4 thoughts on “Sweet Tooth

  1. Amanda says:

    I submitted part of the story “Sweet Tooth” in to the vocabulary profiler on lextutor. Only 80% of the words used are K1, and another 7% K2. This means that the story is for more advanced EFL learners. It is beginner learners who need short stories written for them, not learners who already have an adequate vocabulary.

    • eflshorts says:

      Hi Amanda,

      Thank you for your comment. You are indeed correct that approximately 87% of the total tokens in Sweet Tooth are at the K1 and K2 level. However, there are several points I’d like to make about that. Firstly, you may not have noticed that this percentage includes 347 tokens that are ‘off-list’. In other words, these words do not appear on the corpuses used.
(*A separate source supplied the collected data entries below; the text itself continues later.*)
"""From rows to a month that can be reconciled: the order of the work, start reading here.

Tag-days, tickets and samples become *readings* (a value, its shared errors, its evidence), surveys
are combined and rolled to the day cuts with them, and every reading of the month becomes a
*measurement* with a frozen uncertainty. Streams that stood are tied to zero. What was left out,
filled in or looks wrong is a finding.
"""

from __future__ import annotations

from collections import defaultdict
from dataclasses import replace
from typing import TYPE_CHECKING

import numpy as np

from recon.findings import Severity
from recon.flowsheet.network import MASS
from recon.ingest.assays import assayed
from recon.ingest.boundaries import at_boundaries
from recon.ingest.context import context_of
from recon.ingest.estimates import stand_in
from recon.ingest.flows import Flows
from recon.ingest.inputs import Inputs, say_estimate
from recon.ingest.laboratory import Laboratory
from recon.ingest.measured import IngestedMonth
from recon.ingest.measurements import Candidate, in_problem, renewed, state_measurements
from recon.ingest.meters import metered, running
from recon.ingest.ratios import find_wrong_ratios
from recon.ingest.reading import Reading
from recon.ingest.said import read_back
from recon.ingest.statement import one_day, state_month
from recon.ingest.surveys import surveyed
from recon.ingest.tickets import Weighbridge, ticketed
from recon.ingest.windows import find_implausible

if TYPE_CHECKING:
    from collections.abc import Iterable, Mapping, Sequence
    from datetime import date

    from recon.declare.site import Instrument
    from recon.ingest.context import Context
    from recon.ingest.given import Decision, SiteVersion
    from recon.ingest.rows import Record, TagDay
    from recon.reconcile.problem import Problem


def ingest_month(
    versions: Sequence[SiteVersion],
    days: Sequence[date],
    tag_days: Iterable[TagDay],
    records: Iterable[Record],
    decisions: Sequence[Decision] = (),
) -> IngestedMonth:
    """
    State a month to date from its rows.

    Parameters
    ----------
    versions : sequence of SiteVersion
        Each day uses the last version whose ``valid_from`` it has reached, else the first.
    days : sequence of date
        Plant days of the month to date, rising; period p is ``days[p - 1]``.
    tag_days : iterable of TagDay
        The month's, and up to 30 days before it for references and estimate rules; a few days
        after it let surveys be rolled back to its end.
    records : iterable of Record
        In force at the knowledge cut, the same span.
    decisions : sequence of Decision
        Approved ones.

    Returns
    -------
    IngestedMonth

    Raises
    ------
    ValueError
        No version or no day was given.
    """
    context = context_of(versions, days, tag_days, records, decisions)
    laboratory, weighbridge = Laboratory(context), Weighbridge(context)
    inputs = Inputs(context, laboratory)
    _tell_again(context)
    not_running = _not_running(context, weighbridge)
    readings = [
        *_amounts(context, inputs, weighbridge, not_running),
        *_grades(context, inputs, laboratory),
    ]
    flows = Flows(context, readings, weighbridge)
    stocks = at_boundaries(context, flows, surveyed(context))
    known: dict[str, list[Reading]] = defaultdict(list)
    for instrument, reading in readings:
        known[instrument.tag].append(reading)
    for reading in stocks.known:
        known[reading.tag].append(reading)
    find_wrong_ratios(context, readings, known)
    find_implausible(context, flows)
    candidates = [
        Candidate(instrument=i, reading=r)
        for i, r in readings
        if any(context.period(d) is not None for d, _ in r.days)
    ]
    stated = state_measurements(context, [*candidates, *stocks.candidates], known)
    return IngestedMonth(
        days=tuple(days),
        problem=state_month(context, stated.measured, stated.draws, not_running),
        measured=stated.measured,
        findings=tuple(context.findings),
        not_running=tuple(not_running),
        recipes=stated.recipes,
        draws=stated.draws,
    )


def day_problem(month: IngestedMonth, p: int) -> Problem:
    """
    State the one-day problem of a month's day, for its tests and charts.

    Parameters
    ----------
    month : IngestedMonth
    p : int
        The day's place in the month, 1-based.
    """
    return one_day(month.problem, p)


def with_references(
    month: IngestedMonth, fitted: Mapping[tuple[str, int], float | None]
) -> IngestedMonth:
    """
    Freeze once the uncertainties that had too few known days for a median.

    Parameters
    ----------
    month : IngestedMonth
    fitted : mapping
        Fitted value without offsets of each measurement of a first pass, by (name, period) [t or
        1]; None where a ratio stood.

    Returns
    -------
    IngestedMonth
        The same month; an instrument's reference is the median of its fitted values, scaled to a
        day of running.
    """
    sizes: dict[str, list[float]] = defaultdict(list)
    for recipe in month.recipes:
        value = fitted.get((recipe.name, recipe.period))
        if recipe.provisional and value is not None:
            sizes[recipe.tag].append(abs(value) / recipe.size)
    reference = {tag: float(np.median(found)) for tag, found in sizes.items()}
    measured = tuple(
        renewed(m, float(np.hypot(r.fixed, r.slope * reference[r.tag])), r.size * reference[r.tag])
        if r.provisional and r.tag in reference
        else m
        for m, r in zip(month.measured, month.recipes, strict=True)
    )
    renewed_ones = iter([m.measurement for m in measured if in_problem(m)])
    problem = replace(
        month.problem,
        measurements=tuple(
            replace(old, u=new.u, typical=new.typical)
            for old, new in zip(month.problem.measurements, renewed_ones, strict=True)
        ),
    )
    return replace(
        month,
        measured=measured,
        problem=problem,
        recipes=tuple(
            replace(r, provisional=False) if r.tag in reference else r for r in month.recipes
        ),
    )


def _tell_again(context: Context) -> None:
    """Take up what integration found in the month's readings."""
    for (_, day), tag_day in sorted(context.tag_days.items()):
        period = context.period(day)
        if period is not None and tag_day.said:
            context.findings.update(dict.fromkeys(read_back(tag_day.said, period)))


def _not_running(context: Context, weighbridge: Weighbridge) -> list[tuple[date, str]]:
    """List streams that stood all day: signal off, or no load on a stream known by tickets."""
    found = []
    for day in context.days:
        version = context.version(day)
        for stream in version.site.streams:
            if running(context, stream.name, day).stands or _no_load(
                context, weighbridge, stream.name, day
            ):
                found.append((day, stream.name))
    return found


def _no_load(context: Context, weighbridge: Weighbridge, stream: str, day: date) -> bool:
    """Whether a stream without run signal is weighed by tickets only, and none came."""
    version = context.version(day)
    if version.stream[stream].run_signal is not None:
        return False
    weighed = [
        i
        for i in version.site.instruments
        if i.stream == stream and i.quantity == MASS and i.use != "compare"
    ]
    if not weighed or any(
        i.kind != "tickets" or i.estimate is not None or weighbridge.on(i.tag, day)
        or context.decided(i.tag, day)
        for i in weighed
    ):  # fmt: skip
        return False
    context.find(
        "no-tickets",
        stream,
        f"Stream {stream}, {day}: no ticket of {', '.join(i.tag for i in weighed)} is known; "
        "nothing is taken to have moved. Check that the day's tickets were handed in.",
        day=day,
        severity=Severity.NOTE,
    )
    return True


def _amounts(
    context: Context,
    inputs: Inputs,
    weighbridge: Weighbridge,
    not_running: Sequence[tuple[date, str]],
) -> list[tuple[Instrument, Reading]]:
    """Give the amounts of meters and tickets, history first; rules stand in where declared."""
    standing = set(not_running)
    found: list[tuple[Instrument, Reading]] = []
    known: dict[str, dict[date, float]] = defaultdict(dict)
    for day in context.all_days:
        for instrument in context.version(day).site.instruments:
            if instrument.kind not in ("rate", "totaliser", "tickets"):
                continue
            if instrument.quantity is None or (day, str(instrument.stream)) in standing:
                continue
            reading = (
                ticketed(context, inputs, weighbridge, instrument, day)
                if instrument.kind == "tickets"
                else metered(context, inputs, instrument, day)
            )
            if reading is not None and not reading.estimated:
                known[instrument.tag][day] = reading.value
            elif reading is None:
                reading = _by_rule(context, instrument, day, known[instrument.tag])
            if reading is not None:
                found.append((instrument, reading))
    return found


def _by_rule(
    context: Context, instrument: Instrument, day: date, known: Mapping[date, float]
) -> Reading | None:
    ran = running(context, instrument.stream, day)
    if context.period(day) is None or ran.stands:
        return None
    standin = stand_in(instrument.estimate, known, day) if instrument.estimate else None
    if standin is None:
        if instrument.kind == "tickets":
            context.find(
                "unmeasured",
                instrument.tag,
                f"{instrument.tag}, {day}: stream {instrument.stream} ran {ran.hours:.1f} h but no "
                "usable ticket is known; the day is unmeasured. Check the weighbridge.",
                day=day,
            )
        return None
    say_estimate(context, instrument, day, standin.value, standin.u, standin.revisions)
    return Reading(
        tag=instrument.tag,
        day=day,
        raw=standin.value,
        value=standin.value,
        days=((day, ran.hours),),
        estimated=True,
        estimate_u=standin.u,
    )


def _grades(
    context: Context, inputs: Inputs, laboratory: Laboratory
) -> list[tuple[Instrument, Reading]]:
    tags = dict.fromkeys(
        i.tag
        for v in context.versions
        for i in v.site.instruments
        if i.kind == "assay" and i.quantity is not None and i.stream is not None
    )
    return [
        (context.version(reading.day).instrument[tag], reading)
        for tag in tags
        for reading in assayed(context, inputs, laboratory, tag)
    ]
This often happens when proper nouns, such as the names of characters, are entered into the analysis. If these proper nouns were extracted, you would find that the percentage of K1 and K2 words would rise somewhat. Secondly, if you look at our site description, you will see that we have specially written these stories for EFL learners – as opposed to ‘low level EFL learners’. In other words, we would like to offer stories to learners of all abilities. Finally, even if the K1 and K2 content (on the raw data) is less than 90%, I think the story may still be suitable for high-intermediate and advanced students. In other words, we hope that students other than beginners may still wish to improve their ‘adequate’ vocabulary by using our site. Nevertheless, we feel you are correct when you say that there is a (general) lack of stories for lower-level students. We hope to offer an adaption of a classic story specially written for lower-level learners after we finish our current story. Once again, I’d like to thank you for taking the time to post and we hope you will continue to use the site.
      Best wishes,
      Scott

  2. Amanda says:

    I understand what you’re saying about the proper nouns, and had I had more time I would have extracted them. Most of my pupils cannot read at this level and I would be very happy to see some of your new, easier material when it’s available. In any case, thank you for sharing your stories.

    • eflshorts says:

      Hi Amanda,

      I think the current story will end in about two or three weeks, so we’ll start the low-level one very soon. BTW Have your students tried ‘The Janitor’ or ‘The Cook’? If not, these might be more suitable for their level.